EXERCISE PROMPT: Please repeat the records below exactly, from the first line through the line containing "expect(d.window.start).toBe(start.toISOString());", and nothing more.

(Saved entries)
BEGIN

describe("Window detail of a healthy night with ectopy", () => {
  const admitted = new Date("2025-06-10T01:00:00Z");
  let scope: StayScopeDTO;
  let stored: Awaited<ReturnType<typeof insertTestBeats>>;
  // A window in the middle of the first whole hour: the stored 60-min window 01:00–02:00 holds it.
  const start = new Date(admitted.getTime() + 27 * MIN);

  beforeAll(async () => {
    // Ectopy makes the cleaning edit beats, so the tachogram, the edited shares and the NN series all have work to show.
    // Beats from 30 s before admission: the first beat of the stay then opens its interval before admission, so
    // the first 5-min and 60-min windows start at admission (stored beat times are rounded to the ms).
    const sim = addEctopy(simulateHealthySleep({ seed: 71, durationS: 2 * 3600 + 90, startS: admitted.getTime() / 1000 - 30 }), { seed: 72, pvcRate: 0.01, pacRate: 0.01 });
    ({ scope, stored } = await computedStay("4W", admitted, 2, sim));
  });

  it("recomputes the stored short-term values exactly (source: engine consistency — same engine, beats and parameters)", async () => {
    const d = await detailOf(scope, start);
    const row = await storedRow(scope.stayId, "short", start);
    expect(d.window.start).toBe(start.toISOString());
    expect(d.window.grade).toBe(row.grade);
    expect(d.window.algorithmVersion).toBe(ALGORITHM_VERSION);
    expect(d.recomputed).toMatchObject({ available: true, matchesStored: true, differing: [] });
    for (const key of ["sdnn", "rmssd", "sd1", "sd2", "dfa_alpha1", "sampen", "vlf", "lf", "hf"]) {
      const v = d.window.values.find((x) => x.key === key)!;
      expect(v.value, key).toBe(row.values[key]);
      close(v.recomputed, row.values[key], SAME_REL, key);
      expect(v.version).toBe(ALGORITHM_VERSION);
      expect(v.params, key).not.toBeNull();
    }
    // The per-value parameters are the ones the compute job recorded (lib/compute/params.ts): SampEn m = 2, r = 0.2·SD.
    expect(d.window.values.find((v) => v.key === "sampen")!.params).toMatchObject({ m: 2, r: 0.2 });
    expect(d.parameters).toMatchObject({ algorithmVersion: ALGORITHM_VERSION, population: "adult" });
    expect(d.window.quality).toMatchObject({ grade: row.grade, nBeats: row.quality.nBeats, coverage: row.quality.coverage });
  });

  it("draws the Poincaré ellipse with the stored SD1 and SD2 (source: Brennan et al. 2001; DOMAIN §3.1 A8 SD1 = SDSD/√2)", async () => {
    const d = await detailOf(scope, start);
    const row = await storedRow(scope.stayId, "short", start);
    const p = d.plots.poincare!;
    close(p.sd1, row.values.sd1, SAME_REL, "sd1");
    close(p.sd2, row.values.sd2, SAME_REL, "sd2");
    close(p.sd1, row.values.sdsd! / Math.SQRT2, IDENTITY_REL, "SD1 = SDSD/√2");
    // Geometry: the 45° axes through the centre have half-lengths SD2 and SD1.
    const length = ([[x0, y0], [x1, y1]]: [[number, number], [number, number]]) => Math.hypot(x1 - x0, y1 - y0);
    close(length(p.axes.sd2), 2 * p.sd2, IDENTITY_REL, "SD2 axis");
    close(length(p.axes.sd1), 2 * p.sd1, IDENTITY_REL, "SD1 axis");
    // Every ellipse point satisfies v²/SD2² + u²/SD1² = 1 in the rotated frame (Brennan et al. 2001).
    p.ellipse.x.forEach((x, i) => {
      for (const y of [p.ellipse.upper[i]!, p.ellipse.lower[i]!]) {
        const dx = x - p.centre[0];
        const dy = y - p.centre[1];
        close(((dx + dy) / Math.SQRT2) ** 2 / p.sd2 ** 2 + ((dy - dx) / Math.SQRT2) ** 2 / p.sd1 ** 2, 1, 1e-6, "on the ellipse");
      }
    });
    expect(p.x).toHaveLength(row.quality.nBeats - 1);
  });

  it("integrates the spectrum to the stored VLF, LF and HF powers (source: Task Force 1996 band edges; engine consistency)", async () => {
    const d = await detailOf(scope, start);
    const row = await storedRow(scope.stayId, "short", start);
    const s = d.plots.spectrum!;
    const f = Float64Array.from(s.f);
    const psd = Float64Array.from(s.psd);
    for (const band of s.bands) {
      expect(band.reference).toBe(false);
      close(integrateLinear(f, psd, band.loHz, band.hiHz), row.values[band.key], IDENTITY_REL, band.key);
      close(band.powerMs2, row.values[band.key], SAME_REL, band.key);
    }
    expect(s.bands.map((b) => [b.loHz, b.hiHz])).toEqual([[0.003, 0.04], [0.04, 0.15], [0.15, 0.4]]);
    // Laguna et al. 1998: nothing above the mean Nyquist frequency.
    expect(s.f[s.f.length - 1]!).toBeLessThanOrEqual(s.nyquistHz + 1e-12);
  });

  it("fits DFA α1 on the window and α2 on the stored hour (source: Peng et al. 1995; a slope is the same in log10 and ln)", async () => {
    const d = await detailOf(scope, start);
    const row = await storedRow(scope.stayId, "short", start);
    const hourStart = new Date(admitted.getTime());
    const hourRow = await storedRow(scope.stayId, "long", hourStart);
    expect(d.hour).toMatchObject({ source: "stored", start: hourStart.toISOString() });
    const { alpha1, alpha2 } = d.plots.dfa!;
    expect(alpha1!.scales).toEqual(Array.from({ length: 13 }, (_, i) => 4 + i));
    close(alpha1!.alpha, row.values.dfa_alpha1, SAME_REL, "α1");
    close(linearFit(alpha1!.log10n, alpha1!.log10F).slope, row.values.dfa_alpha1, IDENTITY_REL, "α1 refitted");
    expect(alpha2!.scales[0]).toBe(16);
    expect(alpha2!.scales[alpha2!.scales.length - 1]).toBe(64);
    close(alpha2!.alpha, hourRow.values.dfa_alpha2, SAME_REL, "α2");
    close(linearFit(alpha2!.log10n, alpha2!.log10F).slope, hourRow.values.dfa_alpha2, IDENTITY_REL, "α2 refitted");
    expect(d.hour.values.find((v) => v.key === "dfa_alpha2")!.recomputed).toBe(hourRow.values.dfa_alpha2);
  });

  it("gives the MSE curve of the hour: the stored curve, with τ = 1 the SampEn(2, 0.15·SD) of the hour (source: Costa et al. 2002 definition)", async () => {
    const d = await detailOf(scope, start);
    const hourRow = await storedRow(scope.stayId, "long", admitted);
    const mse = d.plots.mse!;
    expect(mse.scales).toEqual(Array.from({ length: 20 }, (_, i) => i + 1));
    expect(mse.stored).toEqual(hourRow.mse);
    mse.sampen.forEach((v, i) => {
      const storedValue = hourRow.mse![i] ?? null;
      if (storedValue === null) expect(v).toBeNull();
      else close(v, storedValue, SAME_REL, `τ = ${i + 1}`);
      if (v === null) expect(mse.reasons[i]).toBeTruthy();
    });
    // The hour's NN series from one pass over the stay's beats (those from admission on, as the job reads them;
    // compute.test.ts shows the job's chunks equal one pass).
    const k = stored.times.findIndex((t) => t >= admitted.getTime() / 1000);
    const stay = { rr: stored.rr.subarray(k), times: stored.times.subarray(k), quality: stored.quality.subarray(k), leadOff: stored.leadOff.subarray(k) };
    const { interpolated } = cleanForWindows(stay, "adult", true);
    const ci = interpolated.value!;
    const from = ci.times.findIndex((t) => t >= admitted.getTime() / 1000);
    const to = ci.times.findIndex((t) => t >= admitted.getTime() / 1000 + 3600);
    const hourNN = ci.nn.slice(from, to);
    expect(mse.n).toBe(hourNN.length);
    close(mse.sampen[0], sampleEntropy(hourNN, { m: 2, r: 0.15 }).value!.sampen, SAME_REL, "τ = 1");
    // Coarse-graining by non-overlapping means leaves ⌊N/τ⌋ points (Costa et al. 2002).
    mse.points.forEach((p, i) => expect(p).toBe(Math.floor(hourNN.length / (i + 1))));
    expect(mse.note).toMatch(/5-min window/);
  });

  it("shows the tachogram with every input beat, its cleaning class and the device's beat type (source: DOMAIN §2.1)", async () => {
    const d = await detailOf(scope, start);
    const row = await storedRow(scope.stayId, "short", start);
    const t = d.plots.tachogram!;
    expect(t.t).toHaveLength(row.quality.nInputBeats);
    expect(t.nn).toHaveLength(row.quality.nBeats);
    expect(t.t.every((x) => x >= start.getTime() / 1000 && x < start.getTime() / 1000 + 300)).toBe(true);
    expect(t.deviceType.every((x) => x !== null)).toBe(true);
    // The edited share the quality panel shows is the share of input beats cleaning did not keep as measured.
    close(t.action.filter((a) => a !== "kept").length / t.t.length, row.quality.shareEdited, IDENTITY_REL, "share edited");
    close(t.label.filter((l) => l === "ectopic").length / t.t.length, row.quality.shareEctopic, IDENTITY_REL, "share ectopic");
  });

  it("defaults to the latest window and links to its neighbours and its night", async () => {
    const latest = await db("index_windows").where({ stay_id: scope.stayId, kind: "short" }).orderBy("window_start", "desc").first("window_start");
    const d = await detailOf(scope, null);
    expect(d.window.start).toBe(latest!.window_start.toISOString());
    expect(d.neighbours.next).toBeNull();
    const mid = await detailOf(scope, start);
    expect(mid.neighbours).toEqual({ previous: new Date(start.getTime() - MIN).toISOString(), next: new Date(start.getTime() + MIN).toISOString() });
    // 01:27Z on 10 June is 21:27 EDT on 9 June in the demo units' zone (America/New_York): before that evening's
    // 22:00 start, so the window leads into the night of 9 June, 33 min away, not the one that ended at 06:00.
    expect(scope.night).toMatchObject({ timeZone: "America/New_York", startsAt: "22:00" });
    expect(mid.window.night).toBe("2025-06-09");
    // A window in the second hour has no stored 60-min window yet (the stay ends before 03:00 is complete), so the
    // hour used is the 60 min ending with the window.
    const late = await detailOf(scope, new Date(admitted.getTime() + 100 * MIN));
    expect(late.hour).toMatchObject({ source: "preceding", end: new Date(admitted.getTime() + 105 * MIN).toISOString(), values: [] });
    expect(late.plots.mse!.stored).toBeNull();
  });

  it("has an explanation, unit and source for every index the screen shows (source: issue 5 item 4)", async () => {
    const d = await detailOf(scope, start);
    const keys = [...d.window.values.map((v) => v.key), ...d.hour.values.map((v) => v.key), "d2", "lyapunov", "fnn", "surrogate", "power_law"];
    expect(d.hour.values.length).toBeGreaterThan(0);
    for (const key of keys) {
      const e = INDEX_EXPLANATIONS[key];
      expect(e, key).toBeDefined();
      expect(e!.citation, key).toMatch(/\d{4}/);
      // One to three sentences, in our own words.
      const sentences = e!.explanation.split(/(?<=[.!?])\s+/).filter(Boolean);
      expect(sentences.length, key).toBeGreaterThanOrEqual(1);
      expect(sentences.length, key).toBeLessThanOrEqual(3);
      expect(e!.researchOnly, key).toBe(["d2", "lyapunov", "fnn", "surrogate", "power_law"].includes(key));
    }
  });

  it("answers null for a start that names no window", async () => {
    expect(await windowDetail(scope, new Date(start.getTime() + 30_000).toISOString(), db)).toBeNull();
    expect(await windowResearch(scope, "2020-01-01T00:00:00.000Z", db)).toBeNull();
  });

  it("builds every part of the Research panel with its caveat, deterministically per window (source: DOMAIN §2.7, §2.8, §5.6)", async () => {
    const first = await windowResearch(scope, start.toISOString(), db);
    const again = await windowResearch(scope, start.toISOString(), db);
    expect(first).toEqual(again);
    if (!first || first.window === null) throw new Error("expected a research result");
    expect(first.reason).toBeNull();
    expect(first.hour.source).toBe("stored");
    expect(first.embedding!.caveat).toMatch(/never used for flags/);
    for (const p of [first.correlationDimension!, first.lyapunov!, first.falseNeighbours!, first.surrogate!, first.powerLaw!.fit]) {
      expect(p.research).toBe(true);
      expect(p.caveat).toMatch(/never used for flags/);
      expect(p.version).toBe(ALGORITHM_VERSION);
      expect(p.value !== null || (p.reason?.length ?? 0) > 0).toBe(true);
    }
    const d2 = first.correlationDimension!.value!;
    expect(["saturated", "not saturated"]).toContain(d2.verdict);
    expect(d2.m).toEqual(d2.slopes.map((_, i) => i + 1));
    expect(first.falseNeighbours!.value!.dims.length).toBe(first.falseNeighbours!.value!.falseFraction.length);
    expect(first.lyapunov!.value!.steps.length).toBe(first.lyapunov!.value!.meanLogDivergence.length);
    const s = first.surrogate!.value!;
    // Rank test (Theiler et al. 1992): p ≤ (k + 1)/(S + 1).
    close(s.pValueBound, (s.atLeastAsExtreme + 1) / (s.surrogates + 1), IDENTITY_REL, "rank bound");
    // The empirical CCDF starts at 1 and falls (a CCDF is non-increasing).
    const { ccdf } = first.powerLaw!;
    expect(ccdf.p[0]).toBe(1);
    expect(ccdf.p.every((v, i) => i === 0 || v < ccdf.p[i - 1]!)).toBe(true);
    // Another window gets another seed.
    const other = await windowResearch(scope, new Date(start.getTime() + MIN).toISOString(), db);
    expect(other && other.window !== null && other.seed).not.toBe(first.seed);
  });
});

END

ANSWER TO THE PROBLEM:
describe("Window detail of a healthy night with ectopy", () => {
  const admitted = new Date("2025-06-10T01:00:00Z");
  let scope: StayScopeDTO;
  let stored: Awaited<ReturnType<typeof insertTestBeats>>;
  // A window in the middle of the first whole hour: the stored 60-min window 01:00–02:00 holds it.
  const start = new Date(admitted.getTime() + 27 * MIN);

  beforeAll(async () => {
    // Ectopy makes the cleaning edit beats, so the tachogram, the edited shares and the NN series all have work to show.
    // Beats from 30 s before admission: the first beat of the stay then opens its interval before admission, so
    // the first 5-min and 60-min windows start at admission (stored beat times are rounded to the ms).
    const sim = addEctopy(simulateHealthySleep({ seed: 71, durationS: 2 * 3600 + 90, startS: admitted.getTime() / 1000 - 30 }), { seed: 72, pvcRate: 0.01, pacRate: 0.01 });
    ({ scope, stored } = await computedStay("4W", admitted, 2, sim));
  });

  it("recomputes the stored short-term values exactly (source: engine consistency — same engine, beats and parameters)", async () => {
    const d = await detailOf(scope, start);
    const row = await storedRow(scope.stayId, "short", start);
    expect(d.window.start).toBe(start.toISOString());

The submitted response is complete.